■ HOW TO COMPLETE THIS TASK: Only one stretch of the data below is wanted: the lines from the one with "SAMPLE_STRIDE = 4" through the one with "def _pack(rows: np.ndarray)", repeated exactly.

■ DATASET RECORDS:
"""The rows the lifecycle decides on: each segment's sample, which the split test reads,
and the pool of rows no segment explains, which births come from.

Both are fed a piece of rows at a time (:class:`~shoal.daemon.segments.segment_life.
LifeWatch` calls them as pieces are learned) and both wait to do the work until a
decision needs its result, or the input ends and the checkpoint takes them: most pieces
then cost a few array steps, and what the decisions see, and what the checkpoint keeps,
is exactly what doing the work at every piece would give.

Samples  every ``SAMPLE_STRIDE``-th row of the stream (by position, so the same rows
         whatever the cut) goes to its segment's sample, which keeps the newest
         ``cap`` rows, rounded to float32 as the checkpoint keeps them. A piece's rows
         wait, with their segments and per-segment counts, until a segment's split
         test takes its newest rows (:meth:`Samples.take`).
Pool     only rows under the log-density bound of
         :func:`~shoal.core.lifecycle.unexplained_below` can be unexplained; they wait
         with the model that scored them and are tested and pooled when pool and
         waiting rows together could make a birth (:meth:`UnexplainedPool.settle`).
         Rows leave the pool by age (``pool_span_rows``), only the newest
         ``pool_rows`` stay, and a birth takes its group's rows out.
"""
from __future__ import annotations

import base64
import collections
import functools

import numpy as np

from shoal.core import Mixture
from shoal.core.lifecycle import (squared_mahalanobis, unexplained_below, unexplained_scored,
                                  widening_explains)

__all__ = ["Samples", "UnexplainedPool", "SAMPLE_STRIDE", "first_sampled"]

SAMPLE_STRIDE = 4


def first_sampled(n_rows: int) -> int:
    """The first sampled row of a piece that starts after ``n_rows`` learned rows: every
    ``SAMPLE_STRIDE``-th row of the stream is sampled, whatever the cut into pieces."""
    return (-int(n_rows)) % SAMPLE_STRIDE


_SAMPLE_MIN, _SAMPLE_PER_FEATURE, _SAMPLE_MAX = 200, 50, 500
"""A segment's sample holds its newest 50 rows per feature, 200 to 500 rows."""
_WAITING_VALUES = 1 << 21
"""Sampled rows wait for their segments' samples, at most this many values (8 MiB as the
learning loop hands them over: float32, copied out by
:func:`~shoal.core.piece_tallies.piece_tallies`)."""
_WAITING_PIECES = 32
"""Rows under the unexplained bound wait for their exact test, from at most this many
pieces (their responsibilities and log-densities wait with them, copied)."""


def _pack(rows: np.ndarray) -> str:
    """Rows as base64 of their float32 bytes: the checkpoint's JSON carries a sample of
    hundreds of rows as one string, which encodes and decodes far faster than lists.
    Seven digits are plenty for a split test, and every input reads the sample back
    from this form, so a restart sees exactly what an uninterrupted run does. The rows
    are remembered by their string: the next input of a running service reads them
    back from there rather than decoding the string again."""
    rows32 = np.ascontiguousarray(rows, dtype="<f4")
    packed = base64.b64encode(rows32.tobytes()).decode("ascii")
    _unpacked[packed] = _read_only(rows32.astype(np.float64))   # what decoding gives
    while len(_unpacked) > _UNPACKED_KEPT:
        _unpacked.popitem(last=False)
    return packed


def _unpack(packed: str | None, n_features: int) -> np.ndarray:
    if not packed:
        return np.empty((0, n_features))
    rows = _unpacked.get(packed)
    if rows is None or rows.shape[1] != n_features:
        rows = _decoded(packed, n_features)
    return rows


def _decoded(packed: str, n_features: int) -> np.ndarray:
    rows = np.frombuffer(base64.b64decode(packed), dtype="<f4").reshape(-1, n_features)
    return rows.astype(np.float64)


def _read_only(rows: np.ndarray) -> np.ndarray:
    rows.flags.writeable = False
    return rows


_UNPACKED_KEPT = 64
"""Samples packed last, remembered by their string (a segment's sample is about 50 KB
packed and 64 KB as rows at D=16)."""
_unpacked: collections.OrderedDict[str, np.ndarray] = collections.OrderedDict()


@functools.lru_cache(maxsize=16)
def _strided(first: int, n: int) -> np.ndarray:
    """Positions ``first, first + SAMPLE_STRIDE, ...`` below ``n`` (read-only)."""
    picked = np.arange(first, n, SAMPLE_STRIDE)
    picked.flags.writeable = False
    return picked


class Samples:
    """Every segment's sample: the packed samples of ``state["sample"]`` (segment id as
    a string -> base64 rows), unpacked as they are used, and the rows still waiting."""

    def __init__(self, state: dict, n_features: int):
        self.state = state
        self.n_features = n_features
        self.cap = int(min(max(_SAMPLE_MIN, _SAMPLE_PER_FEATURE * n_features), _SAMPLE_MAX))
        self._rows: dict[str, np.ndarray] = {}   # unpacked samples, packed at the end
        # numbered pieces: [number, sampled rows, their segments, their log-densities
        # (None once none is +inf), rows per segment]; the piece from which each
        # segment has still to take rows
        self._waiting: list[list] = []
        self._pieces = self._values = 0
        self._taken: dict[int, int] = {}

    def add(self, X: np.ndarray, first: int, labels: np.ndarray, log_density: np.ndarray,
            counts: dict, live: list[int], rows: np.ndarray | None = None) -> None:
        """Rows ``first, first + SAMPLE_STRIDE, ...`` of a piece ``X``, whose ``labels``
        (segment ids) and ``log_density`` are those of the same rows; ``counts`` their
        number per segment id; ``live`` the model's segment ids. ``rows``: those rows
        already copied out, as float32 (what a sample keeps: :meth:`take` rounds them)."""
        if rows is None:
            rows = X.take(_strided(first, len(X)), axis=0)
        self._waiting.append([self._pieces, rows, labels, log_density, counts])
        self._pieces += 1
        self._values += rows.size
        if self._values > _WAITING_VALUES:
            self.take_all(live)

    def take(self, sid: int) -> np.ndarray:
        """Segment ``sid``'s sample, shape (n, n_features), with its waiting rows taken in
        (newest first, until ``cap`` are found, from the pieces it has not taken from
        yet). Rows scored at log-density ``+inf``, those with missing features
        (``complete_only``), have no place in a split test's sample."""
        key = str(sid)
        since = self._taken.get(sid, -1)
        found, count = [], 0
        for waiting in reversed(self._waiting):
            piece, rows, labels, log_density, counts = waiting
            if piece < since or count >= self.cap:
                break
            if sid in counts:
                mine = labels == sid
                if log_density is not None:
                    if log_density.max() < np.inf:   # no row misses a feature
                        waiting[3] = None
                    else:
                        mine &= log_density != np.inf
                found.append(rows[mine])
                count += found[-1].shape[0]
        self._taken[sid] = self._pieces
        if found:
            found.append(self._sample(key))
            # rounded as the checkpoint keeps them (float32), so a restart sees the same
            rows = np.concatenate(found[::-1])[-self.cap:]
            self._rows[key] = rows.astype(np.float32).astype(np.float64)
        return self._sample(key)

    def take_all(self, live) -> None:
        """Every waiting row into the samples of the segments in ``live`` (ids); rows of
        segments that left since are dropped with their samples."""
        for sid in live or ():
            self.take(sid)
        self._waiting, self._values, self._taken = [], 0, {}

    def restart(self, sid: int) -> None:
        """An empty sample for ``sid`` (a part of a split): rows that waited were the
        whole segment's."""
        self._rows[str(sid)] = np.empty((0, self.n_features))
        self._taken[sid] = self._pieces

    def keep_only(self, live: set[str]) -> None:
        """Forget the samples of segments that left (``live``: the others' keys)."""
        self.state["sample"] = {key: v for key, v in self.state.setdefault("sample", {}).items()
                                if key in live}
        self._rows = {key: v for key, v in self._rows.items() if key in live}

    def pack(self, live) -> None:
        """The samples into ``state["sample"]``, every waiting row taken in."""
        self.take_all(live)
        sample = self.state.setdefault("sample", {})
        for key, rows in self._rows.items():
            sample[key] = _pack(rows)

    def _sample(self, key: str) -> np.ndarray:
        if key not in self._rows:
            self._rows[key] = _unpack(self.state.get("sample", {}).get(key), self.n_features)
        return self._rows[key]


class UnexplainedPool:
    """The pool of rows no segment explains: ``X`` (rows, data units) and ``rows`` (their
    stream positions, ascending), from and back to ``state["pool"]``, with the rows
    under the bound still waiting for their exact test."""

    def __init__(self, pool: dict, n_features: int, quantile: float, keep: int):
        self.quantile, self.keep = quantile, keep
        self.X = np.array(pool["X"], dtype=np.float64).reshape(-1, n_features)
        self.rows = np.array(pool["rows"], dtype=np.int64)
        order = np.argsort(self.rows, kind="stable")   # kept in stream order
        if np.any(order != np.arange(order.size)):
            self.X, self.rows = self.X[order], self.rows[order]
        # (model that scored them, their rows, responsibilities and log-densities,
        # their positions in the piece, the stream position of the last)
        self._waiting: list[tuple] = []
        self.waiting_rows = 0

    def near_bound(self, before: Mixture) -> float:
        """The log-density under which a row that ``before`` scored may be unexplained
        (:func:`~shoal.core.unexplained.unexplained_below`, with a margin of 1e-9, far
        above rounding, that keeps every unexplained row)."""
        return unexplained_below(before, self.quantile) + 1e-9

    def add(self, before: Mixture, X: np.ndarray, scores, near: np.ndarray | None = None) -> None:
        """The rows of a piece ``X`` that ``before`` scored (``scores``) and that may be
        unexplained (``near``: the positions of those under :meth:`near_bound`, None:
        found here) wait."""
        log_density = scores.log_density
        if near is None:
            near = np.flatnonzero(log_density < self.near_bound(before))
        if near.size:
            last = int(before.n_rows) + int(near[-1])   # the stream position of its last row
            # the piece's score buffers are reused for the next piece: what waits is copied
            self._waiting.append((before, X[near], scores.resp[near], log_density[near], near,
                                  last))
            self.waiting_rows += near.size
            if len(self._waiting) > _WAITING_PIECES:
                self.settle()

    def settle(self) -> None:
        """The waiting rows tested (each with the model that scored it) and the
        unexplained ones pooled, the newest ``keep`` kept: the pool that testing every
        piece at once would hold."""
        if not self._waiting:
            return
        waiting, self._waiting, self.waiting_rows = self._waiting, [], 0
        pool_X, pool_rows = [self.X], [self.rows]
        for before, X_near, resp, log_density, near, _ in waiting:
            far = unexplained_scored(before, resp, log_density, self.quantile)
            if far.size:
                pool_X.append(X_near[far])
                pool_rows.append(before.n_rows + near[far])
        self.X = np.concatenate(pool_X)[-self.keep:]
        self.rows = np.concatenate(pool_rows)[-self.keep:]

    def trim(self, since: int) -> None:
        """Rows before stream position ``since`` leave (waiting ones too)."""
        if self.rows.size and self.rows[0] < since:
            cut = int(np.searchsorted(self.rows, since))
            self.X, self.rows = self.X[cut:], self.rows[cut:]
        while self._waiting and self._waiting[0][5] < since:   # all its rows too old
            self.waiting_rows -= self._waiting.pop(0)[4].size

    def ring_widening(self, mixture: Mixture, mean, count: int, reg_covar: float):
        """The widening test on every pooled row nearest the group's segment, when the
        group (``mean``, ``count`` rows) is less than half of them: a spread that grew
        leaves a ring of rows around the segment, and a compact arc of it is a group
        that does not surround the segment although the ring does. ``(None, nan)``
        otherwise (:func:`~shoal.core.lifecycle.widening_explains`)."""
        nearest = np.argmin(squared_mahalanobis(mixture, self.X), axis=1)
        k = int(np.argmin(squared_mahalanobis(mixture, np.asarray(mean)[None])[0]))
        ring = self.X[nearest == k]
        d = mixture.n_features
        if len(ring) < 2 * count or len(ring) < d + 2:
            return None, float("nan")   # the group is most of them: it stands on its own
        cov = np.cov(ring, rowvar=False) + reg_covar * np.eye(d)
        try:
            return widening_explains(mixture, ring, ring.mean(axis=0), cov, self.quantile)
        except np.linalg.LinAlgError:
            return None, float("nan")

    def remove(self, members: np.ndarray) -> None:
        """Rows that a birth took (``members``: a mask over the settled pool)."""
        self.X, self.rows = self.X[~members], self.rows[~members]

    def to_state(self) -> dict:
        self.settle()
        return {"X": self.X.tolist(), "rows": self.rows.tolist()}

■ ANSWER TO THIS TASK:
SAMPLE_STRIDE = 4


def first_sampled(n_rows: int) -> int:
    """The first sampled row of a piece that starts after ``n_rows`` learned rows: every
    ``SAMPLE_STRIDE``-th row of the stream is sampled, whatever the cut into pieces."""
    return (-int(n_rows)) % SAMPLE_STRIDE


_SAMPLE_MIN, _SAMPLE_PER_FEATURE, _SAMPLE_MAX = 200, 50, 500
"""A segment's sample holds its newest 50 rows per feature, 200 to 500 rows."""
_WAITING_VALUES = 1 << 21
"""Sampled rows wait for their segments' samples, at most this many values (8 MiB as the
learning loop hands them over: float32, copied out by
:func:`~shoal.core.piece_tallies.piece_tallies`)."""
_WAITING_PIECES = 32
"""Rows under the unexplained bound wait for their exact test, from at most this many
pieces (their responsibilities and log-densities wait with them, copied)."""


def _pack(rows: np.ndarray) -> str:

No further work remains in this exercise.